Harmony > SOA Maturity Mode > Operations

Maturity: Operations

This dimension deals with the operational management of services.  This is more than simple monitoring and alerting of availability of the underlying systems as is traditionally associated with enterprise systems management.  The most advanced organizations will leverage operational management capabilities for a competitive advantage, feeding operational metrics back into the system in a “closed-loop” effort to continually improve them.  It begins, however, with traditional capabilities of collecting metrics, providing reports, and establishing appropriate monitoring and alerting.

Level 0: Ad Hoc

At this level, there are no specific techniques used for the operational management of services.  Management is focused on the underlying infrastructure including physical servers, application servers, etc.

Level 1: Common Goals

At this level, the operational management architecture is documented, and a roadmap put in place.  At this early stage, it is likely that existing technologies that provide some value in a services environment, such as HTTP monitoring, will be leveraged.  This management will largely be focused on the operational staff.

Level 2: Foundation

At this level, the organization should have be piloting reports for service consumers and services providers.  The centralized team should be receiving these reports, as well as actively monitoring the services environment in real-time via service-specific technologies. 

Level 3: Method and Governance

The distribution of the information obtained from the operational management systems is now distributed to a wider audience.  The centralized group takes on a governing role where they assist service managers and service consumer managers in the analysis of the results and how that information should be leveraged in future plans.   A formal approach to capacity management should be established, including clear identification of the roles and responsibilities involved with bringing new consumers into production.

Level 4: Service-Oriented Enterprise

At this level, the information obtained from the operational management systems is now fully leveraged by the IT staff.  Troubleshooting is done efficiently.

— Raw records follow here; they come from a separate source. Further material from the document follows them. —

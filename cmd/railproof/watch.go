package main

import (
	"context"
	"errors"
	"fmt"
	"os"
	"path/filepath"
	"slices"
	"strings"
	"time"

	"github.com/fsnotify/fsnotify"

	"railproof/netlist"
	"railproof/report"
)

// settleTime is how long files must be quiet before a run: editors write in several steps.
const settleTime = 100 * time.Millisecond

// clearScreen takes the cursor home and clears the screen; what has scrolled off it stays.
const clearScreen = "\x1b[H\x1b[2J"

// watch repeats a run whenever a file it read is saved, until the context ends, and returns the outcome of the last
// whole run. Faults of the input are told, and watching goes on.
type watch struct {
	s       *streams
	o       *checkOptions
	args    []string
	watcher *fsnotify.Watcher
	cleared bool
}

// watchCheck runs `check` once, and again after each save. Wrong usage ends it at once.
func watchCheck(ctx context.Context, s *streams, o *checkOptions, args []string) error {
	if _, err := o.targets(report.Formats()); err != nil {
		return err
	}
	if _, err := o.report(); err != nil {
		return err
	}
	watcher, err := fsnotify.NewWatcher()
	if err != nil {
		return fmt.Errorf("files cannot be watched: %w", err)
	}
	defer watcher.Close()
	w := &watch{s: s, o: o, args: args, watcher: watcher}
	w.o.fresh = w.clear
	if err := w.follow(); err != nil { // before the first run, so that no save is missed
		return err
	}
	outcome := w.run(ctx)
	for w.wait(ctx) {
		if next := w.run(ctx); ctx.Err() == nil {
			outcome = next
		}
	}
	return outcome
}

// run checks once and tells what went wrong, the status aside.
func (w *watch) run(ctx context.Context) error {
	w.cleared = false
	err := checkOnce(ctx, w.s, w.o, w.args)
	if ctx.Err() != nil {
		return err
	}
	var status exitStatus
	if err != nil && !errors.As(err, &status) {
		w.clear()
		w.s.say("railproof: " + err.Error())
		err = exitStatus(report.ExitBadInput)
	}
	if failure := w.follow(); failure != nil {
		w.s.say("railproof: " + failure.Error())
	}
	w.s.say("watching " + counted(len(w.files()), "file") + "; Ctrl-C ends")
	return err
}

// clear begins a fresh screen on a terminal, once a run.
func (w *watch) clear() {
	if w.s.outTerm && !w.cleared {
		fmt.Fprint(w.s.out, clearScreen)
	}
	w.cleared = true
}

// files are those that are read or would be: what was opened so far, and the places of sheets to come.
func (w *watch) files() []string {
	list := w.o.opened.list()
	if w.o.baseline != "" {
		list = append(list, w.o.baseline)
	}
	for _, a := range w.args {
		if info, err := os.Stat(a); err != nil || !info.IsDir() {
			list = append(list, a)
		}
	}
	slices.Sort(list)
	return slices.Compact(list)
}

// follow watches the folders of all files: an editor that saves by renaming puts another file in the place of the
// one that was there. The folder behind a link is watched too.
func (w *watch) follow() error {
	folders := slices.Clone(w.o.include)
	for _, file := range w.files() {
		folders = append(folders, filepath.Dir(file))
		if real, err := filepath.EvalSymlinks(file); err == nil {
			folders = append(folders, filepath.Dir(real))
		}
	}
	for _, a := range w.args {
		if info, err := os.Stat(a); err == nil && info.IsDir() {
			folders = append(folders, a)
		}
	}
	for _, folder := range folders {
		absolute, err := filepath.Abs(folder)
		if err != nil {
			return err
		}
		if err := w.watcher.Add(absolute); err != nil {
			return fmt.Errorf("%s cannot be watched: %w", folder, err)
		}
	}
	return nil
}

// wait blocks until a save has settled; false when the context ends or the watcher does.
func (w *watch) wait(ctx context.Context) bool {
	var settled <-chan time.Time
	for {
		select {
		case <-ctx.Done():
			return false
		case <-settled:
			return true
		case event, open := <-w.watcher.Events:
			if !open {
				return false
			}
			if w.concerns(event) {
				settled = time.After(settleTime)
			}
		case err, open := <-w.watcher.Errors:
			if !open {
				return false
			}
			w.s.say("railproof: " + err.Error())
			settled = time.After(settleTime) // saves may have been missed
		}
	}
}

// concerns reports whether an event is the save of a file that is read, or of one that would be: a sheet that
// was not there, and in a folder to check another netlist.
func (w *watch) concerns(event fsnotify.Event) bool {
	if event.Op == fsnotify.Chmod {
		return false
	}
	changed := event.Name
	if filepath.Base(changed) == netlist.SharedSheet && !w.o.noShared {
		return true
	}
	ending := strings.ToLower(filepath.Ext(changed))
	for _, a := range w.args {
		info, err := os.Stat(a)
		if err == nil && info.IsDir() && slices.Contains(netlistEndings, ending) && within(a, changed) {
			return true
		}
	}
	for _, file := range w.files() {
		sheet := strings.TrimSuffix(file, filepath.Ext(file)) + ".duty"
		if samePath(file, changed) || samePath(sheet, changed) {
			return true
		}
	}
	return false
}

// within reports whether a path stands in a folder or below it.
func within(folder, path string) bool {
	absolute, err := filepath.Abs(folder)
	if err != nil {
		return false
	}
	inside, err := filepath.Rel(absolute, path)
	return err == nil && filepath.IsLocal(inside)
}

// samePath reports whether a file as named is an absolute path, itself or behind a link.
func samePath(file, absolute string) bool {
	if a, err := filepath.Abs(file); err == nil && a == absolute {
		return true
	}
	real, err := filepath.EvalSymlinks(file)
	if err != nil {
		return false
	}
	a, err := filepath.Abs(real)
	return err == nil && a == absolute
}

func counted(n int, what string) string {
	if n == 1 {
		return "1 " + what
	}
	return fmt.Sprintf("%d %ss", n, what)
}
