package main

import (
	"bytes"
	"context"
	"os"
	"path/filepath"
	"strings"
	"sync"
	"testing"
	"time"
)

// page is a stream whose text can be waited for.
type page struct {
	mutex   sync.Mutex
	text    bytes.Buffer
	written chan struct{}
}

func newPage() *page { return &page{written: make(chan struct{}, 1)} }

func (p *page) Write(b []byte) (int, error) {
	p.mutex.Lock()
	defer p.mutex.Unlock()
	p.text.Write(b)
	select {
	case p.written <- struct{}{}:
	default:
	}
	return len(b), nil
}

func (p *page) String() string {
	p.mutex.Lock()
	defer p.mutex.Unlock()
	return p.text.String()
}

// await waits until a text stands n times, and fails after a minute.
func (p *page) await(t *testing.T, text string, n int) {
	t.Helper()
	limit := time.After(time.Minute)
	for strings.Count(p.String(), text) < n {
		select {
		case <-p.written:
		case <-limit:
			t.Fatalf("%q does not stand %d times in\n%s", text, n, p)
		}
	}
}

// watched is a run of `check --watch` in a folder of its own.
type watched struct {
	out, err *page
	stop     context.CancelFunc
	status   chan int
}

func startWatch(t *testing.T, terminal bool, args ...string) *watched {
	t.Helper()
	ctx, cancel := context.WithCancel(context.Background())
	w := &watched{newPage(), newPage(), cancel, make(chan int, 1)}
	s := streams{out: w.out, err: w.err, outTerm: terminal, environment: func(string) (string, bool) { return "", false }}
	go func() {
		w.status <- run(ctx, append([]string{"check", "--watch", "--proven", "--color", "never"}, args...), s)
	}()
	t.Cleanup(cancel)
	return w
}

func (w *watched) end(t *testing.T) int {
	t.Helper()
	w.stop()
	select {
	case status := <-w.status:
		return status
	case <-time.After(time.Minute):
		t.Fatal("the watch does not end")
		return 0
	}
}

const watchedSupply = "Divider\n.include part.inc\nV1 a 0 10\nR1 a b 500 P70=1\n"

// put writes a file in place; replace puts another file in its place, as many editors do.
func put(t *testing.T, name, text string) {
	t.Helper()
	if err := os.WriteFile(name, []byte(text), 0o644); err != nil {
		t.Fatal(err)
	}
}

func replace(t *testing.T, name, text string) {
	t.Helper()
	put(t, name+"~", text)
	if err := os.Rename(name+"~", name); err != nil {
		t.Fatal(err)
	}
}

// Each save of a netlist, of what it includes and of its sheets is checked, in whatever way it is saved; a faulty
// input is told and watching goes on; the status is that of the last check.
func TestWatch(t *testing.T) {
	t.Chdir(t.TempDir())
	if err := os.Mkdir("boards", 0o755); err != nil {
		t.Fatal(err)
	}
	put(t, ".git", "")
	put(t, "railproof.duty", "ambient 0C..41C\npolicy house.csv\n")
	put(t, "house.csv", "quantity,factor,source,confidence\nresistor-power,0.5,our own rule,stated\n")
	put(t, "boards/a.cir", watchedSupply)
	put(t, "boards/part.inc", "R2 b 0 500 P70=1\n")
	w := startWatch(t, false, filepath.FromSlash("boards/a.cir"))
	w.err.await(t, "Ctrl-C ends", 1)
	for _, step := range []struct {
		save       func(t *testing.T, name, text string)
		name, text string
		shown      *page
		want       string
	}{
		{put, "boards/a.cir", strings.Replace(watchedSupply, "Divider", "Second", 1), w.out, "Second"},
		{replace, "boards/a.cir", strings.Replace(watchedSupply, "Divider", "Third", 1), w.out, "Third"},
		{replace, "railproof.duty", "ambient 0C..42C\npolicy house.csv\n", w.out, "0..42 degC"},
		{replace, "house.csv", "quantity,factor\nresistor-power,5\n", w.err, "house.csv:2:"},
		{replace, "house.csv", "quantity,factor,source,confidence\nresistor-power,0.51,our own rule,stated\n", w.out, "510 mW"},
		{put, "boards/a.duty", "ambient 0C..43C\n", w.out, "0..43 degC"},
		{replace, "boards/part.inc", "R3 b 0 500 P70=1\n", w.out, "R3"},
		{put, "boards/part.inc", "R4 b 0 500\nR5 b\n", w.err, filepath.FromSlash("boards/part.inc:2:")},
	} {
		step.save(t, filepath.FromSlash(step.name), step.text)
		step.shown.await(t, step.want, 1)
	}
	for _, name := range []string{"R6", "R7"} { // once the second stands, the first run is over
		replace(t, filepath.FromSlash("boards/part.inc"), name+" b 0 500 P70=1\n")
		w.out.await(t, name, 1)
	}
	if status := w.end(t); status != 0 {
		t.Errorf("status %d\n%s", status, w.out)
	}
	if strings.Contains(w.out.String(), "\x1b") {
		t.Error("what is no terminal is cleared")
	}
}

// The status is that of the last check, here of a faulty input; on a terminal each run begins a fresh screen.
func TestWatchEndsWithTheLastStatus(t *testing.T) {
	t.Chdir(t.TempDir())
	put(t, "a.cir", "Divider\nV1 a 0 10\nR1 a 0 500 P70=1\n")
	w := startWatch(t, true, "a.cir")
	w.err.await(t, "Ctrl-C ends", 1)
	replace(t, "a.cir", "Divider\nV1 a\n")
	w.err.await(t, "Ctrl-C ends", 2)
	if status := w.end(t); status != 2 {
		t.Errorf("status %d", status)
	}
	if n := strings.Count(w.out.String(), clearScreen); n != 2 {
		t.Errorf("the screen is cleared %d times for 2 runs", n)
	}
	if !strings.Contains(w.err.String(), "a.cir:2:") {
		t.Error(w.err.String())
	}
}

// A netlist that is new in a folder to check is taken up; a file that is not there yet is waited for.
func TestWatchFolder(t *testing.T) {
	t.Chdir(t.TempDir())
	put(t, "a.cir", "Divider\nV1 a 0 10\nR1 a 0 500 P70=1\n")
	w := startWatch(t, false, ".", "later.cir")
	w.err.await(t, "Ctrl-C ends", 1)
	put(t, "later.cir", "Latecomer\nV1 a 0 10\nR1 a 0 500 P70=1\n")
	w.out.await(t, "Latecomer", 1)
	put(t, "b.cir", "Newcomer\nV1 a 0 10\nR1 a 0 500 P70=1\n")
	w.out.await(t, "Newcomer", 1)
	w.end(t)
}

func TestWatchRefusesWrongUsage(t *testing.T) {
	t.Chdir(t.TempDir())
	w := startWatch(t, false, "--format", "yaml", "a.cir")
	select {
	case status := <-w.status:
		if status != 2 {
			t.Errorf("status %d", status)
		}
	case <-time.After(time.Minute):
		t.Fatal("it watches")
	}
}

The IT staff looks for trends in service utilization, allowing them to determine future areas for improvement.  The information is also shared with the business, with a pilot effort to leverage business intelligence technology by analyzing the content of service messages that occur in the environments.  Events are now leveraged within the IT infrastructure to automatically adjust the configuration of the environment in an adaptive fashion.

Level 5: Optimized

Operational management is no longer an IT domain, but rather a business domain.  The same technologies that provide system metrics and events now provide business metrics and events, feeding into the business process management and business intelligence systems.  Predictive analysis can be formed with the results fed back into the underlying technology solutions for advanced capabilities and business advantage.